Bug 1041129 - Complete freeze with "ata2: COMRESET failed" when on battery power
Summary: Complete freeze with "ata2: COMRESET failed" when on battery power
Status: NEW
Alias: None
Product: openSUSE Tumbleweed
Classification: openSUSE
Component: Other (show other bugs)
Version: Current
Hardware: x86-64 Other
: P5 - None : Normal with 3 votes (vote)
Target Milestone: ---
Assignee: Alexei Sorokin
QA Contact: E-mail List
URL:
Whiteboard:
Keywords:
Depends on:
Blocks:
 
Reported: 2017-05-28 12:39 UTC by jean-christophe baptiste
Modified: 2017-09-17 09:33 UTC (History)
0 users

See Also:
Found By: ---
Services Priority:
Business Priority:
Blocker: ---
Marketing QA Status: ---
IT Deployment: ---


Attachments
screenshot of VTY during the crash (5.99 MB, image/jpeg)
2017-05-28 12:39 UTC, jean-christophe baptiste
Details
Thinkpad UEFI hardware tests (313.12 KB, application/zip)
2017-05-28 13:10 UTC, jean-christophe baptiste
Details

Note You need to log in before you can comment on or make changes to this bug.
Description jean-christophe baptiste 2017-05-28 12:39:56 UTC
Created attachment 726715 [details]
screenshot of VTY during the crash

A few seconds after I unplug the power cord, my laptop starts lagging and freezing more and more until it becomes totally unresponsive.

The first symptoms are : applications cannot be launched or closed anymore, gnome-shell starts loosing GUI items, etc.
Then the gnome-shell session crashes and in return VTY also become unreachable.

On the VTY, the following messages appear :

 - ata2: COMRESET failed (errno=16)
 - systemd-journald complaining it cannot write logs.

< A photo of the error messages is enclosed here >

Same pattern if I try to boot straight on  battery power. It fails either early in the boot process or at the login screen.

Looking around for the "COMRESET failed" message, I did the following :

 - update the SSD firmware update to the latest version ;
 - update the UEFI (Thinkpad T460)

Also, note that I freshly install Tumbleweed on Friday.

Before, I was on Fedora and never had this issue.

So, except a weird coincidence, it is unlikely to be hardware related.
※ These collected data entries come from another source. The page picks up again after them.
// SPDX-License-Identifier: MIT
#include <bismar/sizing/front.hpp>

#include "sizing/front_search.hpp"
#include "sizing/study.hpp"
#include "sizing/words.hpp"

#include <bismar/error.hpp>
#include <bismar/numeric/floating_point_guard.hpp>
#include <bismar/pareto/front.hpp>

#include <algorithm>
#include <chrono>
#include <cmath>
#include <limits>
#include <set>
#include <tuple>

namespace bismar {

namespace {

constexpr double plain_path_tolerance = 1e-12;

/// One feasible point with all that orders it.
struct Ranked {
  std::size_t outcome = 0;
  Outcome::Point point;
  const CandidateNames* names = nullptr;
  std::string item;  ///< Stock item id: the index in a list depends on the order of the table.
};

bool before(const Ranked& a, const Ranked& b) {
  return std::tie(a.point.mass, a.point.cost, *a.names, a.item, a.point.size, a.point.free_sizes) <
         std::tie(b.point.mass, b.point.cost, *b.names, b.item, b.point.size, b.point.free_sizes);
}

std::string item_id(const Solved& solved, const Outcome& outcome, double size) {
  if (outcome.candidate.stock == Candidate::none) {
    return {};
  }
  const auto& list = solved.problem->catalogue().stock[outcome.candidate.stock];
  return list.items[static_cast<std::size_t>(size)].id;
}

/// Whether no front point is better by the margin in both objectives. The front is given by rising
/// mass.
bool is_near(double mass, double cost, std::span<const Outcome::Point> front, double margin) {
  const double inflated = 1.0 + margin;
  const auto heavier = std::partition_point(
      front.begin(), front.end(), [&](const auto& point) { return inflated * point.mass < mass; });
  // Of the points lighter by the margin the heaviest is the cheapest.
  return heavier == front.begin() || !(inflated * std::prev(heavier)->cost < cost);
}

/// Whether the solver's path and the plain path agree on a design, and every utilisation is met.
bool is_confirmed(const Design& design, const SizingProblem& problem, std::size_t group) {
  std::vector<double> objectives(2);
  std::vector<double> utilisations(problem.constraints(group));
  problem.evaluate(group, std::span(&design.size, 1), objectives, utilisations);
  const auto differs = [](double a, double b) {
    return !(std::abs(a - b) <= plain_path_tolerance * std::max(std::abs(a), std::abs(b)));
  };
  return !differs(objectives[0], design.mass) && !differs(objectives[1], design.cost) &&
         std::all_of(design.utilisations.begin(),
                     design.utilisations.end(),
                     [](const Utilisation& u) { return u.value <= 1.0; });
}
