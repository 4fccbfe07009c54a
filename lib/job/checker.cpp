// SPDX-License-Identifier: MIT
#include "checker.hpp"

#include <bismar/quantity/parse.hpp>

#include <algorithm>
#include <cmath>
#include <utility>

namespace bismar::detail {

namespace {

using Type = Format::Type;
using Kind = JsonValue::Kind;

std::vector<std::string_view> views(const std::vector<std::string>& words) {
  return {words.begin(), words.end()};
}

bool is_money(QuantityKind kind) { return dimension_of(kind).sixths(Base::currency) != 0; }

/// What a format takes, for the inside of a sentence.
std::string describe(const Format& format) {
  switch (format.type) {
    case Type::text:
      return "a text";
    case Type::boolean:
      return "true or false";
    case Type::whole: {
      std::string numbers;
      for (const int number : format.numbers) {
        numbers += (numbers.empty() ? "" : " or ") + std::to_string(number);
      }
      return "the number " + numbers;
    }
    case Type::quantity:
      if (format.kind == QuantityKind::count) {
        return "a whole number, such as 2000";
      }
      return std::string(phrase_of(format.kind)) +
             (takes_plain_number(format.kind) ? ", such as "
                                              : " as a text with its unit, such as ") +
             '"' + std::string(example_of(format.kind)) + '"';
    case Type::range:
      return takes_plain_number(format.kind)
                 ? std::string(phrase_of(format.kind)) +
                       ", such as 0.5, or a range as a text \"low..high\""
                 : "a range of " + std::string(usual_units(format.kind)) +
                       " as a text \"low..high\"";
    case Type::word:
      return in_words(views(format.words));
    case Type::list:
      return "a list";
    case Type::object:
    case Type::map:
    case Type::tagged:
      return "an object";
    case Type::any_of: {
      std::string all;
      for (const Format& alternative : format.alternatives) {
        all += (all.empty() ? "" : ", or ") + describe(alternative);
      }
      return all;
    }
  }
  throw InternalError("format of no type");
}

bool takes(const Format& format, Kind kind) {
  switch (format.type) {
    case Type::text:
    case Type::word:
      return kind == Kind::text;
    case Type::boolean:
      return kind == Kind::boolean;
    case Type::whole:
      return kind == Kind::number;
    case Type::quantity:
    case Type::range:
      return kind == Kind::text || (kind == Kind::number && takes_plain_number(format.kind));
    case Type::list:
      return kind == Kind::list;
    case Type::object:
    case Type::map:
    case Type::tagged:
      return kind == Kind::object;
    case Type::any_of:
      return std::any_of(format.alternatives.begin(),
                         format.alternatives.end(),
                         [kind](const Format& alternative) { return takes(alternative, kind); });
  }
  throw InternalError("format of no type");
}

bool looks_like_a_number(const std::string& text) {
  const std::size_t first = text.find_first_not_of(" \t");
  return first != std::string::npos &&
         std::string_view("+-.0123456789").find(text[first]) != std::string_view::npos;
}

}  // namespace

std::string in_words(std::span<const std::string_view> words) {
  std::string all;
  for (std::size_t i = 0; i < words.size(); ++i) {
    if (i > 0) {
      all += i + 1 == words.size() ? " or " : ", ";
    }
    all += '"' + std::string(words[i]) + '"';
  }
  return all;
}

std::string Checker::where(const JsonValue& value) const {
  const auto found = pointers_.find(&value);
  return document_.where(value.offset, found == pointers_.end() ? std::string() : found->second);
}

std::map<std::string, std::string> Checker::places() const {
  std::map<std::string, std::string> all;
  for (const auto& [value, pointer] : pointers_) {
    all[pointer] = document_.where(value->offset, {});
  }
  return all;
}

void Checker::add(Code code,
                  const JsonValue& value,
                  std::string found,
                  std::string allowed,
                  std::string message) {
  bad_.insert(&value);
  Fault fault;
  fault.code = code;
  fault.where = where(value);
  fault.found = std::move(found);
  fault.allowed = std::move(allowed);
  fault.message = std::move(message);
  faults_.add(std::move(fault));
}

void Checker::append(const Error& error, const JsonValue& value) {
  bad_.insert(&value);
  faults_.append(error, where(value));
}

void Checker::add_unknown(const JsonValue& value,
                          std::string_view what,
                          std::span<const std::string_view> words) {
  constexpr std::size_t short_list = 20;
  std::string message =
      '"' + value.text + "\" is no " + std::string(what) + '.' + did_you_mean(value.text, words);
  const std::string allowed = in_words(words);
  if (words.size() <= short_list) {
    message += " Allowed: " + allowed + '.';
  }
  add(Code::unknown_name, value, value.text, allowed, std::move(message));
}

void Checker::add_wrong_type(const JsonValue& value, const std::string& allowed) {
  add(Code::wrong_type,
      value,
      shown(value),
      allowed,
      "here stands " + shown(value) + "; allowed: " + allowed + '.');
}

void Checker::add_unknown_key(const JsonValue::Member& member,
                              const std::string& pointer,
                              std::span<const std::string_view> keys) {
  Fault fault;
  fault.code = Code::unknown_key;
  fault.where = document_.where(member.offset, pointer + '/' + pointer_step(member.key));
  fault.found = member.key;
  fault.allowed = in_words(keys);
  fault.message = "no such key as \"" + member.key + "\" here." + did_you_mean(member.key, keys) +
                  " Allowed: " + fault.allowed + '.';
  faults_.add(std::move(fault));
}

void Checker::check(const JsonValue& value, const Format& format, const std::string& pointer) {
  pointers_[&value] = pointer;
  if (!good(value)) {
    return;
  }
  if (format.type == Type::any_of) {
    check_any_of(value, format, pointer);
    return;
  }
  if (!takes(format, value.kind)) {
    if (value.is(Kind::number) && (format.type == Type::quantity || format.type == Type::range)) {
      add(Code::unit_missing,
          value,
          value.text,
          describe(format),
          "the number " + value.text + " has no unit. Write " + describe(format) +
              " (units: " + std::string(usual_units(format.kind)) + ").");
      return;
    }
    add_wrong_type(value, describe(format));
    return;
  }
  switch (format.type) {
    case Type::text:
      check_text(value, format);
      return;
    case Type::boolean:
      return;
    case Type::whole:
      check_whole(value, format);
      return;
    case Type::quantity:
    case Type::range:
      check_quantity(value, format);
      return;
    case Type::word:
      check_word(value, format, {});
      return;
    case Type::list:
      check_list(value, format, pointer);
      return;
    case Type::object:
      check_object(value, format.keys, pointer);
      return;
    case Type::map:
      check_map(value, format, pointer);
      return;
    case Type::tagged:
      check_tagged(value, format, pointer);
      return;
    case Type::any_of:
      return;
  }
}

void Checker::check_text(const JsonValue& value, const Format& /*format*/) {
  if (value.text.find_first_not_of(" \t\r\n") == std::string::npos) {
    add(Code::empty,
        value,
        value.text,
        "a text",
        "the text is empty. Write something or leave the "
        "key out.");
  }
}

void Checker::check_word(const JsonValue& value, const Format& format, std::string_view otherwise) {
  const std::vector<std::string_view> words = views(format.words);
  if (std::find(words.begin(), words.end(), value.text) != words.end()) {
    return;
  }
  std::string allowed = in_words(words);
  if (!otherwise.empty()) {
    allowed += ", or ";
    allowed += otherwise;
  }
  add(Code::unknown_name,
      value,
      value.text,
      allowed,
      '"' + value.text + "\" is not allowed here." + did_you_mean(value.text, words) +
          " Allowed: " + allowed + '.');
}

void Checker::check_whole(const JsonValue& value, const Format& format) {
  for (const int number : format.numbers) {
    if (value.number == static_cast<double>(number)) {
      return;
    }
  }
  add(Code::out_of_range,
      value,
      value.text,
      describe(format),
      "here stands " + value.text + "; allowed: " + describe(format) + '.');
}

void Checker::check_quantity(const JsonValue& value, const Format& format) {
  if (is_money(format.kind) && rates_ == nullptr) {
    return;
  }
  if (value.is(Kind::number)) {
    if (format.kind == QuantityKind::count && value.number != std::floor(value.number)) {
      add(Code::out_of_range,
          value,
          value.text,
          "a whole number",
          value.text + " is not a whole number.");
      return;
    }
    check_sign(value, format, value.number);
    return;
  }
  try {
    check_sign(value,
               format,
               format.type == Type::range ? parse_range(value.text, format.kind, rates_).low
                                          : parse_quantity(value.text, format.kind, rates_));
  } catch (const Error& error) {
    append(error, value);
  }
}

void Checker::check_sign(const JsonValue& value, const Format& format, double least) {
  if (format.sign == Sign::positive && !(least > 0.0)) {
    add(Code::out_of_range,
        value,
        shown(value),
        "above zero",
        shown(value) + " must be above zero.");
  } else if (format.sign == Sign::not_negative && !(least >= 0.0)) {
    add(Code::out_of_range,
        value,
        shown(value),
        "zero or above",
        shown(value) + " must not be negative.");
  }
}

void Checker::check_list(const JsonValue& value, const Format& format, const std::string& pointer) {
  if (value.items.empty()) {
    add(Code::empty,
        value,
        "[]",
        "a list with something in it",
        "the list is empty. Put something in or leave the key out.");
  }
  for (std::size_t i = 0; i < value.items.size(); ++i) {
    check(value.items[i], *format.item, pointer + '/' + std::to_string(i));
  }
}

void Checker::check_object(const JsonValue& value,
                           std::span<const Key> keys,
                           const std::string& pointer) {
  std::vector<std::string_view> names;
  for (const Key& key : keys) {
    names.push_back(key.name);
  }
  std::vector<bool> seen(keys.size(), false);
  for (const JsonValue::Member& member : value.members) {
    const auto found = std::find(names.begin(), names.end(), member.key);
    if (found == names.end()) {
      add_unknown_key(member, pointer, names);
      continue;
    }
    const std::size_t index = static_cast<std::size_t>(found - names.begin());
    if (!seen[index]) {  // a repeated key was a fault already
      seen[index] = true;
      check(member.value, *keys[index].format, pointer + '/' + pointer_step(member.key));
    }
  }
  for (std::size_t i = 0; i < keys.size(); ++i) {
    if (keys[i].required && !seen[i]) {
      add(Code::missing,
          value,
          "",
          keys[i].name,
          "the key \"" + keys[i].name + "\" is missing: " + describe(*keys[i].format) + '.');
    }
  }
}

void Checker::check_map(const JsonValue& value, const Format& format, const std::string& pointer) {
  const std::vector<std::string_view> words = views(format.words);
  std::unordered_set<std::string_view> seen;
  for (const JsonValue::Member& member : value.members) {
    const bool known = words.empty()
                           ? is_currency_code(member.key)
                           : std::find(words.begin(), words.end(), member.key) != words.end();
    if (!known && words.empty()) {
      Fault fault;
      fault.code = Code::unknown_key;
      fault.where = document_.where(member.offset, pointer + '/' + pointer_step(member.key));
      fault.found = member.key;
      fault.allowed = "a currency code of three capital letters";
      fault.message = "\"" + member.key +
                      "\" is no currency code. Write three capital letters "
                      "(ISO 4217), such as \"USD\".";
      faults_.add(std::move(fault));
    } else if (!known) {
      add_unknown_key(member, pointer, words);
    } else if (seen.insert(member.key).second) {
      check(member.value, *format.item, pointer + '/' + pointer_step(member.key));
    }
  }
}

void Checker::check_tagged(const JsonValue& value,
                           const Format& format,
                           const std::string& pointer) {
  std::vector<std::string_view> tags;
  std::vector<const Format::Variant*> found;
  for (const Format::Variant& variant : format.variants) {
    tags.push_back(variant.tag);
    if (value.find(variant.tag) != nullptr) {
      found.push_back(&variant);
    }
  }
  if (found.size() == 1) {
    check_object(value, found.front()->keys, pointer);
    return;
  }
  const std::string allowed = "one of " + in_words(tags);
  if (found.size() > 1) {
    add(Code::conflict,
        value,
        found[0]->tag + " and " + found[1]->tag,
        allowed,
        "\"" + found[0]->tag + "\" and \"" + found[1]->tag +
            "\" exclude each other. Make two objects of them.");
    return;
  }
  bool named = false;
  for (const JsonValue::Member& member : value.members) {
    const bool belongs = std::any_of(
        format.variants.begin(), format.variants.end(), [&member](const Format::Variant& variant) {
          return std::any_of(variant.keys.begin(), variant.keys.end(), [&member](const Key& key) {
            return key.name == member.key;
          });
        });
    if (!belongs) {
      add_unknown_key(member, pointer, tags);
      named = true;
    }
  }
  bad_.insert(&value);
  if (!named) {
    add(Code::missing,
        value,
        "",
        allowed,
        "it is not said what this is. Allowed: " + allowed + '.');
  }
}

void Checker::check_any_of(const JsonValue& value,
                           const Format& format,
                           const std::string& pointer) {
  const Format* words = nullptr;
  const Format* other = nullptr;
  for (const Format& alternative : format.alternatives) {
    if (!takes(alternative, value.kind)) {
      continue;
    }
    if (alternative.type == Type::word) {
      words = &alternative;
    } else if (other == nullptr || alternative.type == Type::text) {
      other = &alternative;
    }
  }
  if (words != nullptr) {
    const bool is_word =
        std::find(words->words.begin(), words->words.end(), value.text) != words->words.end();
    if (is_word || other == nullptr || !looks_like_a_number(value.text)) {
      check_word(value, *words, other == nullptr ? std::string() : describe(*other));
      return;
    }
  }
  if (other != nullptr) {
    check(value, *other, pointer);
    return;
  }
  for (const Format& alternative : format.alternatives) {
    if (value.is(Kind::number) && alternative.type == Type::quantity) {
      check(value, alternative, pointer);  // says that the unit is missing
      return;
    }
  }
  add_wrong_type(value, describe(format));
}

}  // namespace bismar::detail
Moreover, if my SSD was dying, why it would have no error in SMART and it would fail only on battery power.
Comment 1 jean-christophe baptiste 2017-05-28 13:10:14 UTC
Created attachment 726717 [details]
Thinkpad UEFI hardware tests

Adding here screenshots of Thinkpad hardware tests, including R/W tests and bus checks.

All tests are shown as PASSED.
Comment 2 jean-christophe baptiste 2017-05-28 16:43:37 UTC
Well, I finally found the culprit, it is not the kernel, it is TLP.

I got this hint after finding a similar report:
https://bugs.launchpad.net/ubuntu/+source/linux/+bug/539467

I had had also bad experiences issues with a similar tool, Powertop.
This time, I was not even aware that TLP came installed with Tumbleweed.

My opinion is that such tools should NOT be provided by default with any distro.

They bring weird instability issues and are not worth it.
On modern platforms, most of the powersave takes place at hardware/firmware level and tweaks enabled by these tools don't make much difference.

I don't know where to move this report... "installation" maybe ?
Comment 3 Stefan Hundhammer 2017-05-29 08:50:57 UTC
It's not CRITICAL if it happened once to one single user. Readjusting severity to a reasonable level.
Comment 4 Stefan Hundhammer 2017-05-29 09:00:57 UTC
Not installer related at all.
Comment 5 jean-christophe baptiste 2017-05-29 17:17:16 UTC
Sorry for messing with triage and severity (I thought it is a single impact estimate).

But I disagree with your assumption that only one user is affected. You cannot tell if other people simply did not report and moved ahead.

Several threads for distros like Arch and Ubuntu prove that other users were 
affected, and it is potentially harming to rely on such tweaking programs (tlp or powertop).
Comment 6 jean-christophe baptiste 2017-09-02 14:18:08 UTC
So this bug did affect a lot of people on other distros and still not assigned ?

To be on the safe side, openSUSE should NOT install TLP by default.

It is not efficient on modern hardware and it is buggy.